Task directions: Of all the lines in the entries below, give again exactly those starting at the line containing "readonly numbers: WeakMap<object, number>;" and ending at the line containing "touched: boolean;", both ends included, and no others.

┌──

/**
 * The strips of a parcel and the crops on them, day by day.
 */
import { isoDate } from '../base/civil-date.ts';
import { RangeViolation } from '../base/errors.ts';
import { layObserved } from '../crop/observed-cover.ts';
import { saltStress } from '../crop/salinity.ts';
import { findOverfullDay, type PlantingSpan, planStrips } from '../crop/strips.ts';
import { fillCapillaryRise } from './capillary.ts';
import { clearGrowth, deepestRootOf, drawCycle, drawDormancy, drawWeeds, fillAvailable, holdRootDepth, type Span } from './curve-rows.ts';
import { canopyOf, cycleCurve } from './cycle-curve.ts';
import { drawBareGround } from './initial-wetting.ts';
import type { PackedSeason } from './pack.ts';
import { clearPractice, drawDeliveries, drawPractice, hasPractice } from './practice-rows.ts';
import { cutShort, followsWeather, type PlantedCycles, plantedCycles } from './stage-days.ts';
import type { ApplicationMethod, ParcelInput, Planting, Soil } from './types.ts';

export type { PlantedCycles } from './stage-days.ts';

/** A strip of a parcel for a run. */
export interface StripPlan {
  readonly share: number;
  readonly planted: readonly PlantedCycles[];
}

/** The plantings of a parcel on the run's time axis. */
export interface ParcelPlan {
  readonly strips: readonly StripPlan[];
  /** every planting in the order of the parcel's list, those outside the run too */
  readonly plantings: readonly PlantedCycles[];
  /** true when nothing in it comes from the parcel's weather: the same object serves every parcel with the same plantings */
  readonly shared: boolean;
}

/** Plans kept for a season, so that parcels on the same crop, calendar and dates share one; and what the rows were left like. */
interface Kept {
  readonly plans: Map<string, ParcelPlan>;
  readonly numbers: WeakMap<object, number>;
  numbered: number;
  /** rows that most strips leave alone hold something */
  touched: boolean;
  /** what the rows were drawn from, so that an equal strip under the same weather need not be drawn again; null where the parcel has rows of its own */
  drawn: {
    readonly plan: StripPlan;
    readonly soil: Soil;
    readonly method: ApplicationMethod;
    readonly sky: ParcelInput;
    readonly deepest: number;
  } | null;
}

const MOST_PLANS = 4000;
const keptOf = new WeakMap<PackedSeason, Kept>();

function kept(season: PackedSeason): Kept {
  let known = keptOf.get(season);
  if (known === undefined) {
    known = { plans: new Map(), numbers: new WeakMap(), numbered: 0, touched: true, drawn: null };
    keptOf.set(season, known);
  }
  return known;
}

/**
 * Lays the plantings of a parcel on the run's time axis and on strips (`planStrips`).
 *
 * Calendars that follow the weather read `season.weather`: place the parcel's weather first. Parcels whose plantings are equal, and follow no
 * weather, get the same object. A planting without a harvest date whose end the weather decides makes way for the next on its land.
 *
 * @throws {RangeViolation} naming parcel and date when the shares planted at one time exceed the parcel
 */
export function planParcel(season: PackedSeason, parcel: ParcelInput): ParcelPlan {
  if (parcel.plantings.some(({ calendar }) => followsWeather(calendar))) return makePlan(season, parcel, false);
  const store = kept(season);
  let key = '';
  for (const planting of parcel.plantings) key += keyOf(store, planting);
  const known = store.plans.get(key);
  if (known !== undefined) return known;
  if (store.plans.size >= MOST_PLANS) store.plans.clear();
  const plan = makePlan(season, parcel, true);
  store.plans.set(key, plan);
  return plan;
}

function keyOf(store: Kept, planting: Planting): string {
  const { crop, calendar, plantingDate, harvestDate, cutDates, areaShare } = planting;
  const plain = `${numberOf(store, crop)}/${numberOf(store, calendar)}/${plantingDate}/${harvestDate}/${cutDates.length > 0 ? cutDates.join() : ''}/${areaShare};`;
  if (!hasPractice(planting) && planting.canopy === undefined) return plain;
  const { irrigation, mulch, canopy, preIrrigation, germination } = planting;
  return plain + JSON.stringify([irrigation, mulch, canopy, preIrrigation, germination]);
}

function numberOf(store: Kept, thing: object): number {
  let number = store.numbers.get(thing);
  if (number === undefined) {
    number = store.numbered++;
    store.numbers.set(thing, number);
  }
  return number;
}

function makePlan(season: PackedSeason, parcel: ParcelInput, shared: boolean): ParcelPlan {
  const plantings = parcel.plantings.map((planting, index) => plantedCycles(season, planting, index));
  let spans = spansOf(plantings, season.input.dayCount);
  for (let overfull = findOverfullDay(spans); overfull; overfull = findOverfullDay(spans)) {
    const { day, sum } = overfull;
    const yields = plantings.findIndex((planted) => makesWay(planted, day));
    if (yields < 0) {
      throw new RangeViolation(
        `plantings of parcel ${parcel.code} cover ${sum} of its area on ${isoDate(season.firstDay + day)}, more than 1: shorten a planting or lower an area share`,
      );
    }
    plantings[yields] = cutShort(plantings[yields], day);
    spans = spansOf(plantings, season.input.dayCount);
  }
  const strips = planStrips(spans).map((strip) => ({ share: strip.share, planted: strip.plantings.map((k) => plantings[k]) }));
  return { strips, plantings, shared };
}

function spansOf(plantings: readonly PlantedCycles[], days: number): PlantingSpan[] {
  return plantings.flatMap(({ planting, index, cycles }) => {
    const start = cycles[0]?.start ?? days;
    const end = cycles[cycles.length - 1]?.end ?? 0;
    return start < days && end > 0 ? [{ planting: index, start, end, share: planting.areaShare }] : [];
  });
}

/** A planting whose end the weather decides, without a harvest date, ends where another begins that needs its land. */
function makesWay({ planting, cycles }: PlantedCycles, day: number): boolean {
  if (planting.harvestDate !== null || !followsWeather(planting.calendar) || cycles.length === 0) return false;
  return cycles[0].start < day && cycles[cycles.length - 1].end > day;
}

/**
 * Fills `season.curve` for one strip, from the weather in `season.weather`.
 *
 * Between plantings nothing grows: Kcb 0, height of stubble, unless the settings let weeds stand or a standing crop is dormant; the root zone keeps the
 * depth of the planting before until the next one starts, and has the first planting's depth before that. Annual roots grow (Eq. 8-1); perennials, orchards
 * and forage keep their full depth all season, through cuts. A hard layer limits every depth.
 *
 * On single coefficients bare ground has the Kc of its rain (`drawBareGround`).
 *
 * Observed basal coefficients of the parcel lie over the curve of each planting (`layObserved`); on single coefficients they do not count.
 *
 * @param strips all strips of the parcel; recorded deliveries are shared among them
 * @returns deepest root of the run [m]
 */
export function drawCurve(season: PackedSeason, parcel: ParcelInput, plan: StripPlan, strips: readonly StripPlan[] = [plan]): number {
  const { curve, input } = season;
  const { soil } = parcel;
  const store = kept(season);
  const { drawn } = store;
  if (
    drawn &&
    drawn.plan === plan &&
    drawn.soil === soil &&
    drawn.method === parcel.method &&
    drawn.sky === season.sky &&
    !hasOwn(season, parcel)
  ) {
    return drawn.deepest;
  }
  clearGrowth(curve, soil, plan.planted[0]?.planting.crop, soleSpan(plan, input.dayCount));
  clearPractice(curve, parcel.method, store.touched);
  store.touched = touches(season, parcel, plan);
  let from = 0;
  for (const planted of plan.planted) {
    for (let k = 0; k < planted.cycles.length; k++)
      drawCycle(season, soil, planted, planted.cycles[k], cycleCurve(season, parcel, planted, k));
    from = holdRootDepth(curve.rootDepth, from, planted, soil);
  }
  for (const planted of plan.planted) drawDormancy(curve, planted);
  if (input.settings.fallow === 'weeds' && plan.planted.length > 0) drawWeeds(curve);
  for (const planted of plan.planted) drawPractice(season, planted);
  if (input.settings.coefficient === 'single') drawBareGround(season, parcel);
  const deepest = deepestRootOf(curve, plan.planted);
  fillAvailable(curve, soil, deepest);
  drawOwn(season, parcel, plan);
  drawDeliveries(season, parcel, plan, strips);
  store.drawn = season.sky === null || hasOwn(season, parcel) ? null : { plan, soil, method: parcel.method, sky: season.sky, deepest };
  return deepest;
}

/** Days of the planting that a strip carries alone; none where it carries several, or none. */
function soleSpan({ planted }: StripPlan, days: number): Span {
  if (planted.length !== 1 || planted[0].cycles.length === 0) return { from: 0, to: 0 };
  const { cycles } = planted[0];
  return { from: Math.max(0, cycles[0].start), to: Math.min(days, cycles[cycles.length - 1].end) };
}

/** Whether a parcel has rows of its own: recorded water, salt, a water table, observed cover. */
function hasOwn({ input }: PackedSeason, parcel: ParcelInput): boolean {
  const { water, capillaryRise, salinity } = input.settings;
  if ((water ?? 'rule') !== 'rule' || capillaryRise || (salinity ?? 'off') !== 'off') return true;
  return parcel.observedBasal !== undefined;
}

/** Whether a strip writes into the rows that most strips leave alone. */
function touches(season: PackedSeason, parcel: ParcelInput, plan: StripPlan): boolean {
  return hasOwn(season, parcel) || plan.planted.some(({ planting }) => hasPractice(planting) || canopyOf(planting) !== null);
}

/** Rows of what the parcel itself has: observed cover, salt, a water table. */
function drawOwn(season: PackedSeason, parcel: ParcelInput, plan: StripPlan): void {
  const { curve, input } = season;
  const { observedBasal, salinity } = parcel;
  for (const { planting, cycles } of plan.planted) {
    if (cycles.length === 0) continue;
    const [from, to] = [cycles[0].start, cycles[cycles.length - 1].end];
    if (observedBasal && input.settings.coefficient !== 'single' && layObserved(curve.basal, from, to, observedBasal) > 0) {
      curve.covered.fill(Number.NaN, Math.max(0, from), Math.max(0, to));
    }
    if (salinity && planting.crop.salinity && (input.settings.salinity ?? 'off') !== 'off') {
      const response = Number.isNaN(planting.crop.yieldResponse) ? 1 : planting.crop.yieldResponse;
      curve.saltStress.fill(saltStress(salinity.soil, planting.crop.salinity, response), Math.max(0, from), Math.max(0, to));
    }
  }
  if (input.settings.capillaryRise) fillCapillaryRise(parcel, curve.rootDepth, curve.capillaryMost);
}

└──

Exercise solution:
  readonly numbers: WeakMap<object, number>;
  numbered: number;
  /** rows that most strips leave alone hold something */
  touched: boolean;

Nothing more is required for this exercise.